**WHAT THE TASK ASKS**. Once you find the line containing "of the study." in the data below, copy it and each following line exactly, up to and including the line containing "def book(self) ->", and nothing else.
-- TASK INPUTS follows --
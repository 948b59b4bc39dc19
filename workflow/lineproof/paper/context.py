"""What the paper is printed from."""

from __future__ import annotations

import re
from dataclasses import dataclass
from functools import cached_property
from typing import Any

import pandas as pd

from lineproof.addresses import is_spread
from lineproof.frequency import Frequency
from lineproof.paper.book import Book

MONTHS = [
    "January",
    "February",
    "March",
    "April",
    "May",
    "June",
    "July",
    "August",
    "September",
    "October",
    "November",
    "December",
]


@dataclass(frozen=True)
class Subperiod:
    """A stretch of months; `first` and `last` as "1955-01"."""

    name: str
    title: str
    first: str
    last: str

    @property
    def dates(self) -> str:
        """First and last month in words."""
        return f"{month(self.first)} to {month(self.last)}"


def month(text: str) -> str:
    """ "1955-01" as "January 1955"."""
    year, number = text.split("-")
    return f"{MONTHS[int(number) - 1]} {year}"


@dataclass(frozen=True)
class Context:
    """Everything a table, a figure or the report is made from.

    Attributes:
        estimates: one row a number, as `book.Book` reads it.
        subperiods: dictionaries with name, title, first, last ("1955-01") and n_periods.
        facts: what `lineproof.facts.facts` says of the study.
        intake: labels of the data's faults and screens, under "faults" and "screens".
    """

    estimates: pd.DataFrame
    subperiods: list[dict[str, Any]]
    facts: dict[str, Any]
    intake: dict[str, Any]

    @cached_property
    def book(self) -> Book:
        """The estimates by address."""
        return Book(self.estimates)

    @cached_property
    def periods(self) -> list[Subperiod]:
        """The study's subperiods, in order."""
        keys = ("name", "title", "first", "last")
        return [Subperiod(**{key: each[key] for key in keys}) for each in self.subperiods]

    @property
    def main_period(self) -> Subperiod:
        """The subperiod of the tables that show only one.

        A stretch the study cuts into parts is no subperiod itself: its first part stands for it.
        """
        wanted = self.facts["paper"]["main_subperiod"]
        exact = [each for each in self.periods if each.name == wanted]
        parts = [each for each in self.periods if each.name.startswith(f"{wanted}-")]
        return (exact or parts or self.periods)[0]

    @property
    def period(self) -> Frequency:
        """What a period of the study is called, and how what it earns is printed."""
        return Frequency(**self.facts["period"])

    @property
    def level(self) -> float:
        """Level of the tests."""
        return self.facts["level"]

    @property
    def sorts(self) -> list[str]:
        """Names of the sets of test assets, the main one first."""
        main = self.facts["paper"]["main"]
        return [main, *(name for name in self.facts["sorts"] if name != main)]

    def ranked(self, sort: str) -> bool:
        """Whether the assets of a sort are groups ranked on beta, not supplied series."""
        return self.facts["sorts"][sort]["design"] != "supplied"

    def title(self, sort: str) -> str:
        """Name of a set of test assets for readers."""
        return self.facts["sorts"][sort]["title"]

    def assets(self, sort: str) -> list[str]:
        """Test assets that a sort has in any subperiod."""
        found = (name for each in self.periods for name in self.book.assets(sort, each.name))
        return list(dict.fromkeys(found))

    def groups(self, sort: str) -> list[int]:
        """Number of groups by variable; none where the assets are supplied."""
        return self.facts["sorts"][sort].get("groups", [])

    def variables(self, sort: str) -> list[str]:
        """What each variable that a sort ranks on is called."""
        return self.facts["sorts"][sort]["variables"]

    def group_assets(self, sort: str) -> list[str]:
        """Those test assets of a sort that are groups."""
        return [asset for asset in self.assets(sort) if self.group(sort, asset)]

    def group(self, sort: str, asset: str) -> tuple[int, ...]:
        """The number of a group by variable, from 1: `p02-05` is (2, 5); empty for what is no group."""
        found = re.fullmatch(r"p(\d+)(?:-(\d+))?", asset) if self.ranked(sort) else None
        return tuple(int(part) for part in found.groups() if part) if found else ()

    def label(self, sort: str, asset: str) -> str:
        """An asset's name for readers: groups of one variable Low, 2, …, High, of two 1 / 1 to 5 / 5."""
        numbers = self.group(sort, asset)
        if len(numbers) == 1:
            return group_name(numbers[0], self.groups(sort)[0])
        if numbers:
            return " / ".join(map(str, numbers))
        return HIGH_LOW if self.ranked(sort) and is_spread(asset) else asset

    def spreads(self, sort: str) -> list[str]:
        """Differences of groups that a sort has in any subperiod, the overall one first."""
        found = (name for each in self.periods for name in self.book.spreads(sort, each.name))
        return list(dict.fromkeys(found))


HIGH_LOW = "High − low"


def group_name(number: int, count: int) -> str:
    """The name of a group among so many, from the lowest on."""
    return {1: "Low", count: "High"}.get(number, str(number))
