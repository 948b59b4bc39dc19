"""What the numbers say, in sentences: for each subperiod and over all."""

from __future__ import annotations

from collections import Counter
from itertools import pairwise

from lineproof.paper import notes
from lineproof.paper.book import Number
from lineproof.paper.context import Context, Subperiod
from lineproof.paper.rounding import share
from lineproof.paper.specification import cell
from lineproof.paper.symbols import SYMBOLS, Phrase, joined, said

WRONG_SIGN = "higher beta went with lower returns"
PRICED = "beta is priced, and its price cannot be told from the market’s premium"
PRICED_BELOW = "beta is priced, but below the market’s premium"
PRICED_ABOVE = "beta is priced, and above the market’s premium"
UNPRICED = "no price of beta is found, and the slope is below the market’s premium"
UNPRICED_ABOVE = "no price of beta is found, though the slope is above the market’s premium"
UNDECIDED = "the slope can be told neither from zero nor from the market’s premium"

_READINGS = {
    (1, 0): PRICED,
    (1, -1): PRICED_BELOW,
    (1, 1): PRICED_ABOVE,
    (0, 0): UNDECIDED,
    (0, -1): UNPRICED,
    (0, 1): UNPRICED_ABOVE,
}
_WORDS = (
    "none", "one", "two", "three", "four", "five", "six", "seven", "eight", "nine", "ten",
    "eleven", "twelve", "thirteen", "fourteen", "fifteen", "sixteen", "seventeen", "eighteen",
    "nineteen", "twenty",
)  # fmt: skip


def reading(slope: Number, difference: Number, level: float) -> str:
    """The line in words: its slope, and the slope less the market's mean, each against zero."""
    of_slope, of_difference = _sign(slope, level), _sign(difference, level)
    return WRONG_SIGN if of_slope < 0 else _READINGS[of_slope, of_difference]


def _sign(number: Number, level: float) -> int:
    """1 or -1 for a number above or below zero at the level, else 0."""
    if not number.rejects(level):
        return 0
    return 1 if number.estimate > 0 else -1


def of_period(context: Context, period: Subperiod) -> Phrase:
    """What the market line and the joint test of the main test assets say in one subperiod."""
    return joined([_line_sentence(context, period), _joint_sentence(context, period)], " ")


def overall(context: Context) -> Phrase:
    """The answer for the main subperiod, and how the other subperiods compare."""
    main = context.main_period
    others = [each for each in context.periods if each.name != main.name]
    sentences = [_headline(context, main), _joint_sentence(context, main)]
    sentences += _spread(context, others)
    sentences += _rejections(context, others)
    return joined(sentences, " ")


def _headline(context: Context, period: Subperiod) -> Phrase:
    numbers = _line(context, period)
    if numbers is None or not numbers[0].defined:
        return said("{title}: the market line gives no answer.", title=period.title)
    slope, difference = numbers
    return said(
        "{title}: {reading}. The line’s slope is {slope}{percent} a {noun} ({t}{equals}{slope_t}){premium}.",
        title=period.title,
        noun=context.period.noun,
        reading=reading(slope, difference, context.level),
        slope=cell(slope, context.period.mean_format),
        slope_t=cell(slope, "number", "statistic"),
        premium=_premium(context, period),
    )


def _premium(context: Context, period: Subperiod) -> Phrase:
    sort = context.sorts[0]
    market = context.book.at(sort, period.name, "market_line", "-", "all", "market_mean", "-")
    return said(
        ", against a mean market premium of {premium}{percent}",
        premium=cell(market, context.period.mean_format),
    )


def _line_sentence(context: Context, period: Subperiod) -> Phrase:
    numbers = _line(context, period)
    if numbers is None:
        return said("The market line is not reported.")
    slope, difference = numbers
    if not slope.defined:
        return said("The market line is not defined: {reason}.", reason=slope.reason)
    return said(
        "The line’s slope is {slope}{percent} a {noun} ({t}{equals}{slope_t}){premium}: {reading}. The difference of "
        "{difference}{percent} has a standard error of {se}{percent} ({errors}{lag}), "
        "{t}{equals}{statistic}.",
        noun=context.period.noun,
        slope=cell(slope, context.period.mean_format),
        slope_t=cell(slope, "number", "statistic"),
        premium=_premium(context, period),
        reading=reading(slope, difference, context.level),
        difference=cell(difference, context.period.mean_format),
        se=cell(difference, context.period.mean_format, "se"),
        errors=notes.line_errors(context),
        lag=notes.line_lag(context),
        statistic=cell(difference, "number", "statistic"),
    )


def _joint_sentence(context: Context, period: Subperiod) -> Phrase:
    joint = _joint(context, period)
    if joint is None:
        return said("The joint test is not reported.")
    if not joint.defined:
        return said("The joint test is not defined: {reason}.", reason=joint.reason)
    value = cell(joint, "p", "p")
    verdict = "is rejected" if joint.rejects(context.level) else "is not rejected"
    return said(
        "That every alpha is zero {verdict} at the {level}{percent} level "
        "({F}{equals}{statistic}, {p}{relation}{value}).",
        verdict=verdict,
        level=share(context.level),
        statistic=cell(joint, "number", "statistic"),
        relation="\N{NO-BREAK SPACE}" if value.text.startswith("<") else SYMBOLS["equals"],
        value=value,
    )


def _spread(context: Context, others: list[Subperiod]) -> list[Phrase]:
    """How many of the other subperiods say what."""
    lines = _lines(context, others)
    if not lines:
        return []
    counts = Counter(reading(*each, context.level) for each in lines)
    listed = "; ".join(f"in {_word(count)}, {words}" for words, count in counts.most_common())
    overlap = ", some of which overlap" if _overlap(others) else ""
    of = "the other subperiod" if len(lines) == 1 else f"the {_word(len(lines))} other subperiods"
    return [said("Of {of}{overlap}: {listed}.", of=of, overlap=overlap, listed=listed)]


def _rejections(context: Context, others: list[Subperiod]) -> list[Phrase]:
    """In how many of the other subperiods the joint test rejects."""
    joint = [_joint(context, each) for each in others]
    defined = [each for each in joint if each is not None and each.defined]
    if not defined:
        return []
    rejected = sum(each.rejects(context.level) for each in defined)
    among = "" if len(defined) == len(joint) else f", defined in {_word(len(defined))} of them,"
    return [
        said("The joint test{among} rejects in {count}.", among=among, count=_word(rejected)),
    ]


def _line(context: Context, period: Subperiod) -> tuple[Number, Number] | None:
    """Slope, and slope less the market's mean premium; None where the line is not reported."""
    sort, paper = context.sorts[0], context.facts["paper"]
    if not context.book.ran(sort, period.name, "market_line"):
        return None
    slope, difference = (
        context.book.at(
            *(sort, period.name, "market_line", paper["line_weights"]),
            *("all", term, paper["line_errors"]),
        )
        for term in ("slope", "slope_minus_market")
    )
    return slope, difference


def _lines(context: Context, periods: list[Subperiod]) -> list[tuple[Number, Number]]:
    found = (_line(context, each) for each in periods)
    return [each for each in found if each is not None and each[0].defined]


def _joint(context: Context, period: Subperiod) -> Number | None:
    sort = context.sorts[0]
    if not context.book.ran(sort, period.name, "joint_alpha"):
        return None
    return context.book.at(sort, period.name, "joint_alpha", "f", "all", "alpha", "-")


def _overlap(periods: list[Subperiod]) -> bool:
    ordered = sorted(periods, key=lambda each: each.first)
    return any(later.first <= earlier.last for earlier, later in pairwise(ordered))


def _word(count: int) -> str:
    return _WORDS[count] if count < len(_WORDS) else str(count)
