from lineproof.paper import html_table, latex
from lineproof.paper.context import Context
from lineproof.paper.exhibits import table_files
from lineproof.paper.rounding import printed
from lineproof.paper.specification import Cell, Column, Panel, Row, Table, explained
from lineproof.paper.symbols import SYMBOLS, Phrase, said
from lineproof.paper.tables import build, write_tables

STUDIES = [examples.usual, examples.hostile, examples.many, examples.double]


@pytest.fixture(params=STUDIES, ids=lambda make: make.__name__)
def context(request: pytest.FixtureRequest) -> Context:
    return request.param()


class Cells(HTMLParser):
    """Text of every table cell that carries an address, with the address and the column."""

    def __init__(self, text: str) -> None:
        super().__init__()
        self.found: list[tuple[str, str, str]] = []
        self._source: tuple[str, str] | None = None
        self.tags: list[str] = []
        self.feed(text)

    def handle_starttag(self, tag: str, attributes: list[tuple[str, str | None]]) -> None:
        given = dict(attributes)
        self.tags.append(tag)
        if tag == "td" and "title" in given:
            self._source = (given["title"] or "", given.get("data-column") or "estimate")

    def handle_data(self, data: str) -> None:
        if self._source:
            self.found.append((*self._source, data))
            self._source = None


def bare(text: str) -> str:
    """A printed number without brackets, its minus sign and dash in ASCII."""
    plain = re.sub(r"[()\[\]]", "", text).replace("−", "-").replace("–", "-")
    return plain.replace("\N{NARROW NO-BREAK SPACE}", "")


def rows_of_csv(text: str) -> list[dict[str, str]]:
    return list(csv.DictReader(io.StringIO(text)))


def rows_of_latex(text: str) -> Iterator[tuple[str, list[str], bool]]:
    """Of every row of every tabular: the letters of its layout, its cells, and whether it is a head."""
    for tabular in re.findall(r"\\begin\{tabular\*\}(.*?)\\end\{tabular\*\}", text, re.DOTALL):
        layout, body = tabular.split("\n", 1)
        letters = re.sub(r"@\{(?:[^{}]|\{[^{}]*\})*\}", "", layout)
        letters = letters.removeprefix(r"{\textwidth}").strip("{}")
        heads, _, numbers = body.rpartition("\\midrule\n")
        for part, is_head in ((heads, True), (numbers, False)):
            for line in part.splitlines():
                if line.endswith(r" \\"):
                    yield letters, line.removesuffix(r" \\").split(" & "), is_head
-- TASK INPUTS concluded --
**OUTPUT OF THE EXERCISE**.
        facts: what `lineproof.facts.facts` says of the study.
        intake: labels of the data's faults and screens, under "faults" and "screens".
    """

    estimates: pd.DataFrame
    subperiods: list[dict[str, Any]]
    facts: dict[str, Any]
    intake: dict[str, Any]

    @cached_property
    def book(self) -> Book:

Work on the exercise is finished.